Aim of the task: In how many lines of the listing below does "linearly" appear? Reply with the number only.

[Exercise data]

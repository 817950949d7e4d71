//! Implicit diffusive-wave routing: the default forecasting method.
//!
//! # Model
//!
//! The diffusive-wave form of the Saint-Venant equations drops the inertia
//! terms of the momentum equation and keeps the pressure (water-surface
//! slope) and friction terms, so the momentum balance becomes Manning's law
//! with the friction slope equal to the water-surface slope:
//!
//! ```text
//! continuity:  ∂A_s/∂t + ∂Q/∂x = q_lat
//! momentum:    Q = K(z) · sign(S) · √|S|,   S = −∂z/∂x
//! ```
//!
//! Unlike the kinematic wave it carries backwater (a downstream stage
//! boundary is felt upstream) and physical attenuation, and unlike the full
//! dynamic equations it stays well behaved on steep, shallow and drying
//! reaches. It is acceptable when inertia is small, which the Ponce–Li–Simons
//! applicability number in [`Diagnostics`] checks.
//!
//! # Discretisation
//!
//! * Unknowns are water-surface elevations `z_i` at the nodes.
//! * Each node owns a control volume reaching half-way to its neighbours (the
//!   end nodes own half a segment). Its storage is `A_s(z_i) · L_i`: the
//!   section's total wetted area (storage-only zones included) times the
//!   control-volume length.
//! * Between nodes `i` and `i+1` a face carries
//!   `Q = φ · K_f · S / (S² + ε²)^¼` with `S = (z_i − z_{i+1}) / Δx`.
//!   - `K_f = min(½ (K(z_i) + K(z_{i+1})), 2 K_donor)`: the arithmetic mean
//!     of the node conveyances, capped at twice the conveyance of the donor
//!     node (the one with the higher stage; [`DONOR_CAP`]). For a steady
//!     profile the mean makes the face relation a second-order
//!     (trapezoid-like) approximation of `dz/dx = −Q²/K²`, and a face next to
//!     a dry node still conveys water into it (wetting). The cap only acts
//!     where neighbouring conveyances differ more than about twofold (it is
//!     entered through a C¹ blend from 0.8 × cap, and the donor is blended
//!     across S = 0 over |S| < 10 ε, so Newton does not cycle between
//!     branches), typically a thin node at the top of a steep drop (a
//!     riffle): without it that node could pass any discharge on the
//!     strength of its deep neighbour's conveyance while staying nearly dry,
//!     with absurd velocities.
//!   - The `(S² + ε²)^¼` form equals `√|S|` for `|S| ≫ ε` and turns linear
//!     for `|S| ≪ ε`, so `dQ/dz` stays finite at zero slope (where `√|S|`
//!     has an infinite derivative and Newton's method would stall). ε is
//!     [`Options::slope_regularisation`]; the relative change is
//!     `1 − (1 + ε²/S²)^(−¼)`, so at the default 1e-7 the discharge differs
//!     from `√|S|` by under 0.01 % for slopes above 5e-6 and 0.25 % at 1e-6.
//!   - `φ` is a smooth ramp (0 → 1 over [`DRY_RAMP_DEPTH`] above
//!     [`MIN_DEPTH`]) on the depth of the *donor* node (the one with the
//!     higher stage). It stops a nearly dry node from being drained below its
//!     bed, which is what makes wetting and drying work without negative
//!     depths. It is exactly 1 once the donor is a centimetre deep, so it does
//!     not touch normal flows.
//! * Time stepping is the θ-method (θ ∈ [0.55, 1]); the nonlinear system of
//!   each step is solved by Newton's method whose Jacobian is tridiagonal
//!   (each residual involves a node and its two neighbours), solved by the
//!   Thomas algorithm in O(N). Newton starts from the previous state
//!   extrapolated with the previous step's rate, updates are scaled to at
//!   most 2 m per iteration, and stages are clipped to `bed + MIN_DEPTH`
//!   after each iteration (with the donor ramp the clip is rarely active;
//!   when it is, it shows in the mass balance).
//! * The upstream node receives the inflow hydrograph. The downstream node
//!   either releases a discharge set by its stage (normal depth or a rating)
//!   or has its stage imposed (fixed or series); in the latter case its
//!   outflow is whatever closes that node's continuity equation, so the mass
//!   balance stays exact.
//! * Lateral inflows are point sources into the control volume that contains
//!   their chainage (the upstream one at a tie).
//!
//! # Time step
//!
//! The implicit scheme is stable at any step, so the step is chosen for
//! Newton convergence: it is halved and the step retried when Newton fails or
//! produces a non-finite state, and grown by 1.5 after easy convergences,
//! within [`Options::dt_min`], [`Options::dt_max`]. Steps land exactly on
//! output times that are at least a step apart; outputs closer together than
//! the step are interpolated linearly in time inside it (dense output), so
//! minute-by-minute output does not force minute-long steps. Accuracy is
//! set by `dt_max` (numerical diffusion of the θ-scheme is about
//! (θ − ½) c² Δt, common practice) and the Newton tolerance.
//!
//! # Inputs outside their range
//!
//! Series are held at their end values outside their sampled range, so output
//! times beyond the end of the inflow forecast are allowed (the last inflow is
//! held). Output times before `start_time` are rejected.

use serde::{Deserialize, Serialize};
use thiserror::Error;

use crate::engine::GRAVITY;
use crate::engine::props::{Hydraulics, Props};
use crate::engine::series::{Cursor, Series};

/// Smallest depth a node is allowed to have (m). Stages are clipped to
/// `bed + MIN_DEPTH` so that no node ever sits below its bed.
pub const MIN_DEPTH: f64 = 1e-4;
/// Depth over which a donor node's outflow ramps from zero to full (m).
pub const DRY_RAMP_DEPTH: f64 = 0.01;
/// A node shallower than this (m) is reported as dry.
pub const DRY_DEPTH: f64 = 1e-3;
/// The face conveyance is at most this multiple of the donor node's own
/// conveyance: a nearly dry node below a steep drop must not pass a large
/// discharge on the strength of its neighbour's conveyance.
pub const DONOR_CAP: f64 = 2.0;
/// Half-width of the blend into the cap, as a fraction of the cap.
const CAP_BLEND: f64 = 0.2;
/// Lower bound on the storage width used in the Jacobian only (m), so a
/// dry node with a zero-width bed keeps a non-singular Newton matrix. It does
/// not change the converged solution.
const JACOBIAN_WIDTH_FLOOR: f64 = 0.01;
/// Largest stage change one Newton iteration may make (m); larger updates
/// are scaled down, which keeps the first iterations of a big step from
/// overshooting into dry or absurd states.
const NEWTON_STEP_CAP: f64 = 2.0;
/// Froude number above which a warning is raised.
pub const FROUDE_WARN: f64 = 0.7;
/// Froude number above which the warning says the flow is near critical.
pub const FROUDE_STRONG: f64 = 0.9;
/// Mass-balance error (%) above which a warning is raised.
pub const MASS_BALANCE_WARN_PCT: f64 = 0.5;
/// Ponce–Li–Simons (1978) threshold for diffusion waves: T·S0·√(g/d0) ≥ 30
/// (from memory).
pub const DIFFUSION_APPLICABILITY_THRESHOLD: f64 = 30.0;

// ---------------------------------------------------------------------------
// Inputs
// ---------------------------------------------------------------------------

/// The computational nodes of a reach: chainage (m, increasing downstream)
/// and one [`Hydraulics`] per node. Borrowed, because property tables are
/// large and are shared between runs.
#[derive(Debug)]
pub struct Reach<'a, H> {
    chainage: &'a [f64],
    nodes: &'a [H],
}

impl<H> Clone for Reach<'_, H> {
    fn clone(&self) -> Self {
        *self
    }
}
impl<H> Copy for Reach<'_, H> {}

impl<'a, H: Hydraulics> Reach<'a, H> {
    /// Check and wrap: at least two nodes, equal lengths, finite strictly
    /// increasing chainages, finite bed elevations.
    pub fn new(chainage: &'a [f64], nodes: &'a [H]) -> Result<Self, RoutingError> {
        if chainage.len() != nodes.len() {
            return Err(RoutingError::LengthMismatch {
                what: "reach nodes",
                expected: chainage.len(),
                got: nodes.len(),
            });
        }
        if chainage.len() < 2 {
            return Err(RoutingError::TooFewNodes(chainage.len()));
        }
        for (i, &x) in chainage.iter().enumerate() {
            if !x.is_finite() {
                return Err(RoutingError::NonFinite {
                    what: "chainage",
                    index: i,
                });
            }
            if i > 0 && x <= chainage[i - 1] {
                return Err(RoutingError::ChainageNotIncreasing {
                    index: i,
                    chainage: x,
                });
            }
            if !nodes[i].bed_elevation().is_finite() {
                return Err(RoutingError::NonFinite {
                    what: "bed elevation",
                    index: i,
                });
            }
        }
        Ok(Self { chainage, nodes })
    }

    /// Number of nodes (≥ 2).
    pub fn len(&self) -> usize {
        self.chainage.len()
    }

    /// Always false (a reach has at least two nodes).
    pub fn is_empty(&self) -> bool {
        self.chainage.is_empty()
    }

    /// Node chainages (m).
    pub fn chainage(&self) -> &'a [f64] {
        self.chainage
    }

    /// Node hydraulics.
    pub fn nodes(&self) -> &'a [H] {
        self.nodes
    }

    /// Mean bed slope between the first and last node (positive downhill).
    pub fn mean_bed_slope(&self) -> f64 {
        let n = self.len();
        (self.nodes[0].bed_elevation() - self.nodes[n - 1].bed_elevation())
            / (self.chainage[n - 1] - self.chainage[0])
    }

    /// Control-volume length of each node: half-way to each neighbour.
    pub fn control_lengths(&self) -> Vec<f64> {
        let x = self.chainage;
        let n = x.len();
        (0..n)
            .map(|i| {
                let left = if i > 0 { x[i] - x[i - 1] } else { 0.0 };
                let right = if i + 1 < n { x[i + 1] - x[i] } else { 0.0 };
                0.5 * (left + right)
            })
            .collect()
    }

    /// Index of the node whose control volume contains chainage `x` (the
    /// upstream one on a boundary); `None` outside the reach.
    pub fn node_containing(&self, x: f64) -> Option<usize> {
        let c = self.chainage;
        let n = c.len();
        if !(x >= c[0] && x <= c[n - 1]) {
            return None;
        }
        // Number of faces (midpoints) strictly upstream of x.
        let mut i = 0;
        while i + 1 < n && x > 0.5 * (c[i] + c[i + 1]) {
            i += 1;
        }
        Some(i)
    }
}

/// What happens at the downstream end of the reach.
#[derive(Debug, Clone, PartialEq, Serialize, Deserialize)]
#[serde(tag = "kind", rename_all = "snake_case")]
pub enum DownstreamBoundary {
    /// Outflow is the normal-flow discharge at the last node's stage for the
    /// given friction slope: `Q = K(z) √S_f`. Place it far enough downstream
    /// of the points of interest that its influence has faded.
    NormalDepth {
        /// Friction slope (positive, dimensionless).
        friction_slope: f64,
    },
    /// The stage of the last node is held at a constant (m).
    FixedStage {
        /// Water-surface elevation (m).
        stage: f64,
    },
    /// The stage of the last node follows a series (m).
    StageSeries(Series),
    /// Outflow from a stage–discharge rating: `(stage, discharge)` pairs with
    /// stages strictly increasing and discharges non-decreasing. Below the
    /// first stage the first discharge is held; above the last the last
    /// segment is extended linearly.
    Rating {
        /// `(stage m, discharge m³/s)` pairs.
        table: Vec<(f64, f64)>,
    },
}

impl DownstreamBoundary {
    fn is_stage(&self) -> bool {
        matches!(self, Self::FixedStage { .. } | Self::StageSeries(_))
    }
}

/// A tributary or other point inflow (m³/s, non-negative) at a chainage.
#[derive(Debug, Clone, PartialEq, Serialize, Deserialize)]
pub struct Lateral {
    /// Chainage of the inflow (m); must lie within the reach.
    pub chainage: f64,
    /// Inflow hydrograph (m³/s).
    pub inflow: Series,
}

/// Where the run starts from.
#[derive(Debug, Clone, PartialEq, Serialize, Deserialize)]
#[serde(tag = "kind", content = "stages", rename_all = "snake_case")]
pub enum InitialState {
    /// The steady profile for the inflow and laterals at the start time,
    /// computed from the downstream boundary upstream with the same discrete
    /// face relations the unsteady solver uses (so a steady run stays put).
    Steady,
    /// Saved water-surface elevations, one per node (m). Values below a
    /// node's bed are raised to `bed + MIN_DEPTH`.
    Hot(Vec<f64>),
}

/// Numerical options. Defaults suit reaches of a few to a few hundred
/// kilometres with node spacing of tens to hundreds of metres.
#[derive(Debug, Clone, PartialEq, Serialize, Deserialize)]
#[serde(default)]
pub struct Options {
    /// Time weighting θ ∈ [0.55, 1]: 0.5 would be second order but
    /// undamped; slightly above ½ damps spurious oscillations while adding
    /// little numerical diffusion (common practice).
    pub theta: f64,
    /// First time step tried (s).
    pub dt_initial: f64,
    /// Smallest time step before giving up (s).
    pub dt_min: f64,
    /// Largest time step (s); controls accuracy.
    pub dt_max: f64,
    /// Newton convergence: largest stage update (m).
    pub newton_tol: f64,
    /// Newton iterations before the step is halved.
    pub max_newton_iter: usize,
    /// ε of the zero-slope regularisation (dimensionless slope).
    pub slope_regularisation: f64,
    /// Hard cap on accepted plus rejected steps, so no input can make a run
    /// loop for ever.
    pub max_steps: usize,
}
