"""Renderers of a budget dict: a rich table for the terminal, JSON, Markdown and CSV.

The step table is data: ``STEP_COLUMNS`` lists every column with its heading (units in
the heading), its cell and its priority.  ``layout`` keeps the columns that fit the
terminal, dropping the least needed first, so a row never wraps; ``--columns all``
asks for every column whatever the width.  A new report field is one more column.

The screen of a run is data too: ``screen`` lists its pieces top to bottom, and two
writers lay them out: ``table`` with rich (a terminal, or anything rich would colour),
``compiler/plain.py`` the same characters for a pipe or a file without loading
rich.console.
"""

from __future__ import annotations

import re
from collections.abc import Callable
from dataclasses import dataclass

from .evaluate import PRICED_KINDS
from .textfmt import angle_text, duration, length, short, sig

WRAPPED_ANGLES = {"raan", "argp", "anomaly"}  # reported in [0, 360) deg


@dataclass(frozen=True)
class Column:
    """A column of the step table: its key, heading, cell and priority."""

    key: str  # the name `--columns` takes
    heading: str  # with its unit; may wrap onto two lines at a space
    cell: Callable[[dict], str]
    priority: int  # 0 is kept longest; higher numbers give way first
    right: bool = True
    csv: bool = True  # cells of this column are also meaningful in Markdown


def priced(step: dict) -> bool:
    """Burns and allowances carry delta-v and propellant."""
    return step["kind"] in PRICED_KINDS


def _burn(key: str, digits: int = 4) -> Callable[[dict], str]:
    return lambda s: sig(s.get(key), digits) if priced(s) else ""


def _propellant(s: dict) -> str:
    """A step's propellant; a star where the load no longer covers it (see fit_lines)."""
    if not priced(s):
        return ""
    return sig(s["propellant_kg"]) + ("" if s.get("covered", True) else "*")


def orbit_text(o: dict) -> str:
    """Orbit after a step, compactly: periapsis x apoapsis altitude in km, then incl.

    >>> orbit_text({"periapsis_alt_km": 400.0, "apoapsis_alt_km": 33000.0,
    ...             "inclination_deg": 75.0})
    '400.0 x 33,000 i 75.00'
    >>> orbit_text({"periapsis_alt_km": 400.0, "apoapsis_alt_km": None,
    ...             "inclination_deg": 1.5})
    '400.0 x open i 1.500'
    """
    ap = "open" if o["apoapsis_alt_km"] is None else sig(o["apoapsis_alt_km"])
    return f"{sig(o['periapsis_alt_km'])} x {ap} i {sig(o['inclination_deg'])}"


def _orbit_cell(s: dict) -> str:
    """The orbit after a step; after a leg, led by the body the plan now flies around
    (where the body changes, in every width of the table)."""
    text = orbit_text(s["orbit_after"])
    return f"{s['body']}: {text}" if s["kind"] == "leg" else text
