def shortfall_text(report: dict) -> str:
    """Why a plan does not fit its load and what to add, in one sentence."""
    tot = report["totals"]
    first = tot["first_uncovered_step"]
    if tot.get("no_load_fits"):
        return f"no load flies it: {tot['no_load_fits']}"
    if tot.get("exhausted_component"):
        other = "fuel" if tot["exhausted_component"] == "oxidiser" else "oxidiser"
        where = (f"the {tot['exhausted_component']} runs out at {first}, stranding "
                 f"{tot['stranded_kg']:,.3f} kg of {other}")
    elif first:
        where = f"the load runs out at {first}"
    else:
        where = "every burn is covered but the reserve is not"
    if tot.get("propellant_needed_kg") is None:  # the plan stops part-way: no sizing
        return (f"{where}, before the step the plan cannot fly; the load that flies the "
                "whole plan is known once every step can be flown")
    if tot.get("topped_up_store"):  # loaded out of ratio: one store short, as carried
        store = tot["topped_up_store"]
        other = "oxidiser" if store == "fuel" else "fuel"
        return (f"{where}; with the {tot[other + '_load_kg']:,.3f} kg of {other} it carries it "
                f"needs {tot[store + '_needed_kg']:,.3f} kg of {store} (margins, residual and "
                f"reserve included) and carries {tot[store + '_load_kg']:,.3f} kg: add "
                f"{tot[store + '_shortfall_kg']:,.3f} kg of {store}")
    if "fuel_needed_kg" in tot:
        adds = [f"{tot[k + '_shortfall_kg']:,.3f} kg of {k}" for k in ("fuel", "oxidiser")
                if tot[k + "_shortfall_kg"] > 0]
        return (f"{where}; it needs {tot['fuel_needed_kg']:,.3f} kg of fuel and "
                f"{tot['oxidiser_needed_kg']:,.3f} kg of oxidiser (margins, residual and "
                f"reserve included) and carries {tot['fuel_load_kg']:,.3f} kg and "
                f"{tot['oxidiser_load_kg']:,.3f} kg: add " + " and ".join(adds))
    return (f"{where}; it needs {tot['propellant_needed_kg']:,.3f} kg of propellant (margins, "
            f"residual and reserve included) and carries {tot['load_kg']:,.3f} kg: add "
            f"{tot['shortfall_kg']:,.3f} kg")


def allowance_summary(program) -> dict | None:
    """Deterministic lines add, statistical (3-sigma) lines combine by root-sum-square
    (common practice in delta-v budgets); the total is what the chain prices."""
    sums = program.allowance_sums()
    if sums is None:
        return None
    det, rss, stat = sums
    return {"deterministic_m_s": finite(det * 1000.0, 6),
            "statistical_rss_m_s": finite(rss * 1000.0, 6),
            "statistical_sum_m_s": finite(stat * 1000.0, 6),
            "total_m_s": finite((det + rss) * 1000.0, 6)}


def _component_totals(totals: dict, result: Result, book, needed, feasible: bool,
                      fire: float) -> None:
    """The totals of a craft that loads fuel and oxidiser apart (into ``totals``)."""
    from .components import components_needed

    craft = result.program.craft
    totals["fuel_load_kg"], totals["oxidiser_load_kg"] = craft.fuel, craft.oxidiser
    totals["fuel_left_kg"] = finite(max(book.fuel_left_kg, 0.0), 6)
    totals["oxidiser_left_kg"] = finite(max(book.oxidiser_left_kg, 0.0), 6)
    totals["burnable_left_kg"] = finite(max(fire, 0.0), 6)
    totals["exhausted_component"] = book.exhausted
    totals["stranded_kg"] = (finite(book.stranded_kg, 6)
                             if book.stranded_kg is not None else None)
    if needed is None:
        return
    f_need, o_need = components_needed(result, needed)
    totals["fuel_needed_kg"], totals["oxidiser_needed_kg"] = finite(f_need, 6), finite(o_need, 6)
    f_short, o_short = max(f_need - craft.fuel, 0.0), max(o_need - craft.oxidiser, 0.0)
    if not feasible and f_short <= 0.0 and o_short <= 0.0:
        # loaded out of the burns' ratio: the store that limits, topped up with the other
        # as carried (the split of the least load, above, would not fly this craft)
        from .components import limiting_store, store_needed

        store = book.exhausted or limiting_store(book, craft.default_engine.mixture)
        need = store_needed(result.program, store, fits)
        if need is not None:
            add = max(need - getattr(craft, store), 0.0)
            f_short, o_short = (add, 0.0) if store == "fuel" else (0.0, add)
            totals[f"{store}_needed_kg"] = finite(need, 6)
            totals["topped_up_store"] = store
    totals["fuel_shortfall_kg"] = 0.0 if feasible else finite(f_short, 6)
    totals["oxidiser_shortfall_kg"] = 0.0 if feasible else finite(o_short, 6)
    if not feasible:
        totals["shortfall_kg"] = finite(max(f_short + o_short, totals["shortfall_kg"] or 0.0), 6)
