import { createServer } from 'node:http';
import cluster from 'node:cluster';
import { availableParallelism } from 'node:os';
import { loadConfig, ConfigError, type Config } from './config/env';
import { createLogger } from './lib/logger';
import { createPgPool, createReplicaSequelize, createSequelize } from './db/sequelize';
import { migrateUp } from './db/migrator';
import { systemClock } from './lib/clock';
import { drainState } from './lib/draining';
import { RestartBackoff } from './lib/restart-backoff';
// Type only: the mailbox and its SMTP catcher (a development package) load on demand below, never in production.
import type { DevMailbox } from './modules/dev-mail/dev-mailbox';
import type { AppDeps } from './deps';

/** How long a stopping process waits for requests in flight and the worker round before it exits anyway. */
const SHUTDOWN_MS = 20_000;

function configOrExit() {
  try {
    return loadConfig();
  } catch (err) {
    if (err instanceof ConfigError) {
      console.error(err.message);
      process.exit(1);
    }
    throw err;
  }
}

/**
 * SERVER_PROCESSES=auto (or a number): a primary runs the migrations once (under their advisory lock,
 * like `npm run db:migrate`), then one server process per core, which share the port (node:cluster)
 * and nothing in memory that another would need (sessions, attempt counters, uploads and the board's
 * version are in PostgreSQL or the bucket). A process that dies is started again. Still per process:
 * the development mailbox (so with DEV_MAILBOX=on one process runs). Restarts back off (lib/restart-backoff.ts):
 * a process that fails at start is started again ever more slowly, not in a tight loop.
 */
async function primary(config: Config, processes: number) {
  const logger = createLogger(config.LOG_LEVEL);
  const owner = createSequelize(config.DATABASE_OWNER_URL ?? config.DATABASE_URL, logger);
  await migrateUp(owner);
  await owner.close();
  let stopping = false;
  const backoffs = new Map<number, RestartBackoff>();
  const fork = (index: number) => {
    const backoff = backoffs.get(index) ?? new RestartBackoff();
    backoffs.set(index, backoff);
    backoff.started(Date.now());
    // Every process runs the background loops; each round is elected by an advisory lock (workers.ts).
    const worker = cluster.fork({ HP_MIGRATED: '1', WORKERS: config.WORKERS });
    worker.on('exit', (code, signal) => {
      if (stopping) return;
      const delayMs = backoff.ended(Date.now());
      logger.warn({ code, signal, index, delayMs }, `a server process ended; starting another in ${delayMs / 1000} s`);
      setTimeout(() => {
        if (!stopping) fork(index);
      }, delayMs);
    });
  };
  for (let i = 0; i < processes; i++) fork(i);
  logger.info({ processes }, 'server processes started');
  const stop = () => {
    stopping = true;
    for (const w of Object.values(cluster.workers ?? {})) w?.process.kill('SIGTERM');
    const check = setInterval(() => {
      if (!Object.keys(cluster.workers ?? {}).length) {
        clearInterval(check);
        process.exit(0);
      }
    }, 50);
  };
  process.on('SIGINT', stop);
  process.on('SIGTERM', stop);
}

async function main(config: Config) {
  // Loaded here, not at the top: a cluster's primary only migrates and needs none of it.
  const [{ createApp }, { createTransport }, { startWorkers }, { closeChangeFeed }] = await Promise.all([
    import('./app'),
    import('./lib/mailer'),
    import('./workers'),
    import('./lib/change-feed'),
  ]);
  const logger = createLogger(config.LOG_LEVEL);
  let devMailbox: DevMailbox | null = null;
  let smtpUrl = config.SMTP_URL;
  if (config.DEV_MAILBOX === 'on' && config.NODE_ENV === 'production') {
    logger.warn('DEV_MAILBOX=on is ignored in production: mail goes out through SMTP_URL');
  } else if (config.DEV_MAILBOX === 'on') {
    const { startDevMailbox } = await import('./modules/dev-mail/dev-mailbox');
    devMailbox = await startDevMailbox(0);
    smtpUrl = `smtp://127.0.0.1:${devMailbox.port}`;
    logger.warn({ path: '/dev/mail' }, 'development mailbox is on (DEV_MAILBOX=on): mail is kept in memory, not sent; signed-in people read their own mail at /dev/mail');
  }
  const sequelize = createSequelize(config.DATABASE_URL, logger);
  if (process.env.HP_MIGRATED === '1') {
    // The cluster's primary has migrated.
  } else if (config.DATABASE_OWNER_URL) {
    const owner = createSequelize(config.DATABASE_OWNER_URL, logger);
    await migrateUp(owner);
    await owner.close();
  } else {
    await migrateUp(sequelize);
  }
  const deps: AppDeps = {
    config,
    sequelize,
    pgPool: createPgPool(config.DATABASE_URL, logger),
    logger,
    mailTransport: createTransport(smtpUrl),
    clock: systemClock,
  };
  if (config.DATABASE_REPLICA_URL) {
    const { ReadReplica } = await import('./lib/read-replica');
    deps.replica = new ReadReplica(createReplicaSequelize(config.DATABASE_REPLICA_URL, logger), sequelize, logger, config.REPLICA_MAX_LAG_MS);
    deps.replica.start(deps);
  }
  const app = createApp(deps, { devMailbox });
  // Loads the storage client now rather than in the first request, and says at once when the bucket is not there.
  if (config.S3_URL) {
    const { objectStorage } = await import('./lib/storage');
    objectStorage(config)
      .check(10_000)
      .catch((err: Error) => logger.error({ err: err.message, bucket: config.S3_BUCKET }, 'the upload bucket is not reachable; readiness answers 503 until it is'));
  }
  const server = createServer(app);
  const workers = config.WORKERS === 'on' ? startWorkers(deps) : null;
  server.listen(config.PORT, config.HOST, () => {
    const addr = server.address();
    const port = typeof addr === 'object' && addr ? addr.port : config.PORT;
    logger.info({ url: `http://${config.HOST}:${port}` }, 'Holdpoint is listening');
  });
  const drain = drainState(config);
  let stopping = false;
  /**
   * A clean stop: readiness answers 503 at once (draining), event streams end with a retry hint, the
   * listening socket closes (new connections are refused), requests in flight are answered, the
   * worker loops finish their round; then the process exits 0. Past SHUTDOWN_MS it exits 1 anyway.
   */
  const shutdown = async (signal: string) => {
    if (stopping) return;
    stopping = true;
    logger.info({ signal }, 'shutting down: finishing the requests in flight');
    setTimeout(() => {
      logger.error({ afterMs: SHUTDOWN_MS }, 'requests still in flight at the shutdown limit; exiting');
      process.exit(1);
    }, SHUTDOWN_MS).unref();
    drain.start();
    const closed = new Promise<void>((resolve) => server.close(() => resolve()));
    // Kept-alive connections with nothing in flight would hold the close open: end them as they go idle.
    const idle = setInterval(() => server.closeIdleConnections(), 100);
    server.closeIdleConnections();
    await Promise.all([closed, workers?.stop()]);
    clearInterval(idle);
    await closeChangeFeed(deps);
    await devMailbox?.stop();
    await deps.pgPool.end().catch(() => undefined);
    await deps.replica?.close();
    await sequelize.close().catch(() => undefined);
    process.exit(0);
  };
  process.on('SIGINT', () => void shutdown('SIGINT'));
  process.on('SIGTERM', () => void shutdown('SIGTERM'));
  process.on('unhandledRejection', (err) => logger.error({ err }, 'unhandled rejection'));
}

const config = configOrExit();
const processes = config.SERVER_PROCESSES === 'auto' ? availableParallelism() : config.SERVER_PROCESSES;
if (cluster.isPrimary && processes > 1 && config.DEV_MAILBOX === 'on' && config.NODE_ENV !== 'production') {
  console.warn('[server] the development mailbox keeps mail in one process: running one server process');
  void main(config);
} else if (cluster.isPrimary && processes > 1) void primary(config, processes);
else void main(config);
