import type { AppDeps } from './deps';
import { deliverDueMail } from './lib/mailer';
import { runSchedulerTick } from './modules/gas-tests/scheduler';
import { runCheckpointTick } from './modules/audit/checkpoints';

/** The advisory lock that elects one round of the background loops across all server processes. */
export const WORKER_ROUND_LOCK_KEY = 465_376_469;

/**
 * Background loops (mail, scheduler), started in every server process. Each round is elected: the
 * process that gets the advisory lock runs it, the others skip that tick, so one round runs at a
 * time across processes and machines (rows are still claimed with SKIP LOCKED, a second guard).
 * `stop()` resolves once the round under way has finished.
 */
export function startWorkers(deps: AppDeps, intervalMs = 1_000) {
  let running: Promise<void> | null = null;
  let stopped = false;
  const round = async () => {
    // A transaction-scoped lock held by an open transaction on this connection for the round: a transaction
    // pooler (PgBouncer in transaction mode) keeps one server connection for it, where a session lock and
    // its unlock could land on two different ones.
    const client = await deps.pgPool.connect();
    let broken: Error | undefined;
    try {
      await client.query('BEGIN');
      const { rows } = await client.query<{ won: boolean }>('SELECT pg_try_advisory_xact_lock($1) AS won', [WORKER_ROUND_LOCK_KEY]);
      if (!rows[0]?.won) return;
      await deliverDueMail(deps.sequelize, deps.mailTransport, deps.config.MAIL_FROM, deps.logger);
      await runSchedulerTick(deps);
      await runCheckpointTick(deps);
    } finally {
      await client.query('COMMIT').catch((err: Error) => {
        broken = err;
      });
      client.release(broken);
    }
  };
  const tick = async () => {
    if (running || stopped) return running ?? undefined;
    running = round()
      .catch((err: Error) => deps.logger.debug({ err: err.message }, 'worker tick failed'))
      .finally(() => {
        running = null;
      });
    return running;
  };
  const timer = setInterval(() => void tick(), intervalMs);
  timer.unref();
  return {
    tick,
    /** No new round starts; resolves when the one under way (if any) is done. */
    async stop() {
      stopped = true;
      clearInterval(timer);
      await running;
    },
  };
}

[/Exercise data]

Answer box: 2